-------- Entries supplied --------
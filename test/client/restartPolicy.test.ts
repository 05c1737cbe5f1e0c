/** The crash-restart policy of the extension client (client/src/restartPolicy.ts). No figures: behaviour only. */
import { describe, expect, it } from 'vitest';
import { RestartPolicy } from '../../client/src/restartPolicy';

describe('RestartPolicy', () => {
  it('restarts after a crash and announces only the first one', () => {
    let t = 0;
    const p = new RestartPolicy(4, 180_000, () => t);
    const first = p.onCrash();
    expect(first).toMatchObject({ restart: true, announce: true });
    expect(first.message).toContain('Output → Dewmark');
    t += 10_000;
    const second = p.onCrash();
    expect(second).toMatchObject({ restart: true, announce: false });
    expect(second.message).toContain('again');
  });

  it('gives up after more than maxRestarts crashes within the window, and says how to retry', () => {
    let t = 0;
    const p = new RestartPolicy(2, 60_000, () => t);
    expect(p.onCrash().restart).toBe(true);
    t += 1000;
    expect(p.onCrash().restart).toBe(true);
    t += 1000;
    const third = p.onCrash();
    expect(third).toMatchObject({ restart: false, announce: true });
    expect(third.message).toContain('Restart Language Server');
  });

  it('forgets crashes older than the window', () => {
    let t = 0;
    const p = new RestartPolicy(1, 60_000, () => t);
    expect(p.onCrash().restart).toBe(true);
    t += 61_000;
    expect(p.onCrash().restart).toBe(true);
    t += 1000;
    expect(p.onCrash().restart).toBe(false);
  });

  it('reset() starts the count again after a manual restart', () => {
    let t = 0;
    const p = new RestartPolicy(1, 60_000, () => t);
    p.onCrash();
    t += 1;
    expect(p.onCrash().restart).toBe(false);
    p.reset();
    expect(p.onCrash().restart).toBe(true);
  });
});
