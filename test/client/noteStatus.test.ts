/** The status-bar text of the extension client (client/src/noteStatus.ts). No figures: labels only. */
import { describe, expect, it } from 'vitest';
import { advertisedNoteStatus, statusFromSettings, statusView } from '../../client/src/noteStatus';

describe('note status', () => {
  it('uses the server request only when the server advertises it', () => {
    expect(advertisedNoteStatus(undefined)).toBeNull();
    expect(advertisedNoteStatus({ dewmark: { checkWorkspace: 'dewmark/checkWorkspace' } })).toBeNull();
    expect(advertisedNoteStatus({ dewmark: { noteStatus: 'dewmark/noteStatus' } })).toBe('dewmark/noteStatus');
  });

  it('falls back to the settings: default pressure, a pressure setting, an elevation that wins', () => {
    expect(statusFromSettings({ units: undefined, pressure: '', elevation: '' })).toMatchObject({
      units: 'SI',
      unitsSource: 'setting',
      pressureLabel: '101.325 kPa',
    });
    expect(statusFromSettings({ units: 'IP', pressure: '14.2 psia', elevation: '' })).toMatchObject({
      units: 'IP',
      pressureLabel: '14.2 psia',
    });
    const s = statusFromSettings({ units: 'SI', pressure: '90 kPa', elevation: '1600 m' });
    expect(s.pressureLabel).toBe('elev 1600 m');
    expect(s.pressureDescribe).toContain('dewmark.elevation');
  });

  it('says what a click does and where the figures come from', () => {
    const fromSettings = statusView(statusFromSettings({ units: 'SI', pressure: '', elevation: '' }), false);
    expect(fromSettings.text).toContain('SI · 101.325 kPa');
    expect(fromSettings.other).toBe('IP');
    expect(fromSettings.tooltip).toContain('changes the setting dewmark.units');
    expect(fromSettings.tooltip).toContain('did not report');
    const fromNote = statusView(
      {
        units: 'IP',
        unitsSource: 'note',
        unitsValueRange: { start: { line: 3, character: 7 }, end: { line: 3, character: 9 } },
        pressureLabel: 'site 83.4 kPa',
        pressureDescribe: 'Site line 2: elev=1600m.',
      },
      true,
    );
    expect(fromNote.text).toContain('IP · site 83.4 kPa');
    expect(fromNote.other).toBe('SI');
    expect(fromNote.tooltip).toContain("rewrites the note's units: line");
    expect(fromNote.tooltip).not.toContain('did not report');
  });

  it('names the project file that sets the units, and says to change it there (a click cannot)', () => {
    const fromFile = statusView(
      {
        units: 'IP',
        unitsSource: 'setting',
        unitsFile: 'calcs/dewmark.json',
        unitsValueRange: null,
        pressureLabel: '101.325 kPa',
        pressureDescribe: 'Default.',
      },
      true,
    );
    expect(fromFile.tooltip).toContain('Dewmark: results in IP (set by calcs/dewmark.json).');
    expect(fromFile.tooltip).toContain('change "units" in calcs/dewmark.json');
    expect(fromFile.tooltip).not.toContain('changes the setting dewmark.units');
  });
});
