/**
 * `dewmark check --format github`: one GitHub Actions workflow command per diagnostic
 * (`::error file=…,line=…,col=…,endLine=…,endColumn=…,title=…::message`), which the runner turns
 * into annotations on the changed lines. Values are escaped as the workflow-command syntax
 * requires (`%`, CR and LF in the message; also `:` and `,` in properties), after control
 * characters are made visible, so a file name or note text can neither end the command early nor
 * start another one.
 */
import type { DiagnosticJson } from '../output';
import { safeText } from '../sanitize';

/** The workflow command for each severity (GitHub has no "info"; "notice" is its nearest). */
const COMMAND: Record<DiagnosticJson['severity'], string> = { error: 'error', warning: 'warning', info: 'notice' };

/** Escapes a command's message. */
export function escapeData(s: string): string {
  return s.replace(/%/g, '%25').replace(/\r/g, '%0D').replace(/\n/g, '%0A');
}

/** Escapes a command property's value. */
export function escapeProperty(s: string): string {
  return escapeData(s).replace(/:/g, '%3A').replace(/,/g, '%2C');
}

/** The annotation lines of one checked file. */
export function githubAnnotations(path: string, diagnostics: readonly DiagnosticJson[]): string {
  const file = escapeProperty(safeText(path));
  let out = '';
  for (const d of diagnostics) {
    const props = [
      `file=${file}`,
      `line=${d.line}`,
      `col=${d.column}`,
      `endLine=${d.endLine}`,
      `endColumn=${d.endColumn}`,
      `title=${escapeProperty(`dewmark ${d.code}`)}`,
    ];
    const message = escapeData(safeText(d.message.replace(/\s*\n\s*/g, ' ')));
    out += `::${COMMAND[d.severity]} ${props.join(',')}::${message}\n`;
  }
  return out;
}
--------
# [Description of the task]
Transcribe each record exactly as it is written above.

# [Answer]
filename test/client/restartPolicy.test.ts
repository 05c1737cbe5f1e0c
/** The crash-restart policy of the extension client (client/src/restartPolicy.ts). No figures: behaviour only. */
import { describe, expect, it } from 'vitest';
import { RestartPolicy } from '../../client/src/restartPolicy';

describe('RestartPolicy', () => {
  it('restarts after a crash and announces only the first one', () => {
    let t = 0;
    const p = new RestartPolicy(4, 180_000, () => t);
    const first = p.onCrash();
    expect(first).toMatchObject({ restart: true, announce: true });
    expect(first.message).toContain('Output → Dewmark');
    t += 10_000;
    const second = p.onCrash();
    expect(second).toMatchObject({ restart: true, announce: false });
    expect(second.message).toContain('again');
  });

  it('gives up after more than maxRestarts crashes within the window, and says how to retry', () => {
    let t = 0;
    const p = new RestartPolicy(2, 60_000, () => t);
    expect(p.onCrash().restart).toBe(true);
    t += 1000;
    expect(p.onCrash().restart).toBe(true);
    t += 1000;
    const third = p.onCrash();
    expect(third).toMatchObject({ restart: false, announce: true });
    expect(third.message).toContain('Restart Language Server');
  });

  it('forgets crashes older than the window', () => {
    let t = 0;
    const p = new RestartPolicy(1, 60_000, () => t);
    expect(p.onCrash().restart).toBe(true);
    t += 61_000;
    expect(p.onCrash().restart).toBe(true);
    t += 1000;
    expect(p.onCrash().restart).toBe(false);
  });

  it('reset() starts the count again after a manual restart', () => {
    let t = 0;
    const p = new RestartPolicy(1, 60_000, () => t);
    p.onCrash();
    t += 1;
    expect(p.onCrash().restart).toBe(false);
    p.reset();
    expect(p.onCrash().restart).toBe(true);
  });
});
filename test/client/noteStatus.test.ts
/** The status-bar text of the extension client (client/src/noteStatus.ts). No figures: labels only. */
import { describe, expect, it } from 'vitest';
import { advertisedNoteStatus, statusFromSettings, statusView } from '../../client/src/noteStatus';

describe('note status', () => {
  it('uses the server request only when the server advertises it', () => {
    expect(advertisedNoteStatus(undefined)).toBeNull();
    expect(advertisedNoteStatus({ dewmark: { checkWorkspace: 'dewmark/checkWorkspace' } })).toBeNull();
    expect(advertisedNoteStatus({ dewmark: { noteStatus: 'dewmark/noteStatus' } })).toBe('dewmark/noteStatus');
  });

  it('falls back to the settings: default pressure, a pressure setting, an elevation that wins', () => {
    expect(statusFromSettings({ units: undefined, pressure: '', elevation: '' })).toMatchObject({
      units: 'SI',
      unitsSource: 'setting',
      pressureLabel: '101.325 kPa',
    });
    expect(statusFromSettings({ units: 'IP', pressure: '14.2 psia', elevation: '' })).toMatchObject({
      units: 'IP',
      pressureLabel: '14.2 psia',
    });
    const s = statusFromSettings({ units: 'SI', pressure: '90 kPa', elevation: '1600 m' });
    expect(s.pressureLabel).toBe('elev 1600 m');
    expect(s.pressureDescribe).toContain('dewmark.elevation');
  });

  it('says what a click does and where the figures come from', () => {
    const fromSettings = statusView(statusFromSettings({ units: 'SI', pressure: '', elevation: '' }), false);
    expect(fromSettings.text).toContain('SI · 101.325 kPa');
    expect(fromSettings.other).toBe('IP');
    expect(fromSettings.tooltip).toContain('changes the setting dewmark.units');
    expect(fromSettings.tooltip).toContain('did not report');
    const fromNote = statusView(
      {
        units: 'IP',
        unitsSource: 'note',
        unitsValueRange: { start: { line: 3, character: 7 }, end: { line: 3, character: 9 } },
        pressureLabel: 'site 83.4 kPa',
        pressureDescribe: 'Site line 2: elev=1600m.',
      },
      true,
    );
    expect(fromNote.text).toContain('IP · site 83.4 kPa');
    expect(fromNote.other).toBe('SI');
    expect(fromNote.tooltip).toContain("rewrites the note's units: line");
    expect(fromNote.tooltip).not.toContain('did not report');
  });

  it('names the project file that sets the units, and says to change it there (a click cannot)', () => {
    const fromFile = statusView(
      {
        units: 'IP',
        unitsSource: 'setting',
        unitsFile: 'calcs/dewmark.json',
        unitsValueRange: null,
        pressureLabel: '101.325 kPa',
        pressureDescribe: 'Default.',
      },
      true,
    );
    expect(fromFile.tooltip).toContain('Dewmark: results in IP (set by calcs/dewmark.json).');
    expect(fromFile.tooltip).toContain('change "units" in calcs/dewmark.json');
    expect(fromFile.tooltip).not.toContain('changes the setting dewmark.units');
  });
});
/**
 * `dewmark check --format github`: one GitHub Actions workflow command per diagnostic
 * (`::error file=…,line=…,col=…,endLine=…,endColumn=…,title=…::message`), which the runner turns
 * into annotations on the changed lines. Values are escaped as the workflow-command syntax
 * requires (`%`, CR and LF in the message; also `:` and `,` in properties), after control
 * characters are made visible, so a file name or note text can neither end the command early nor
 * start another one.
 */
import type { DiagnosticJson } from '../output';
import { safeText } from '../sanitize';

/** The workflow command for each severity (GitHub has no "info"; "notice" is its nearest). */
const COMMAND: Record<DiagnosticJson['severity'], string> = { error: 'error', warning: 'warning', info: 'notice' };

/** Escapes a command's message. */
export function escapeData(s: string): string {
  return s.replace(/%/g, '%25').replace(/\r/g, '%0D').replace(/\n/g, '%0A');
}

/** Escapes a command property's value. */
export function escapeProperty(s: string): string {
  return escapeData(s).replace(/:/g, '%3A').replace(/,/g, '%2C');
}

/** The annotation lines of one checked file. */
export function githubAnnotations(path: string, diagnostics: readonly DiagnosticJson[]): string {
  const file = escapeProperty(safeText(path));
  let out = '';
  for (const d of diagnostics) {
    const props = [
      `file=${file}`,
      `line=${d.line}`,
      `col=${d.column}`,
      `endLine=${d.endLine}`,
      `endColumn=${d.endColumn}`,
      `title=${escapeProperty(`dewmark ${d.code}`)}`,
    ];
    const message = escapeData(safeText(d.message.replace(/\s*\n\s*/g, ' ')));
    out += `::${COMMAND[d.severity]} ${props.join(',')}::${message}\n`;
  }
  return out;
}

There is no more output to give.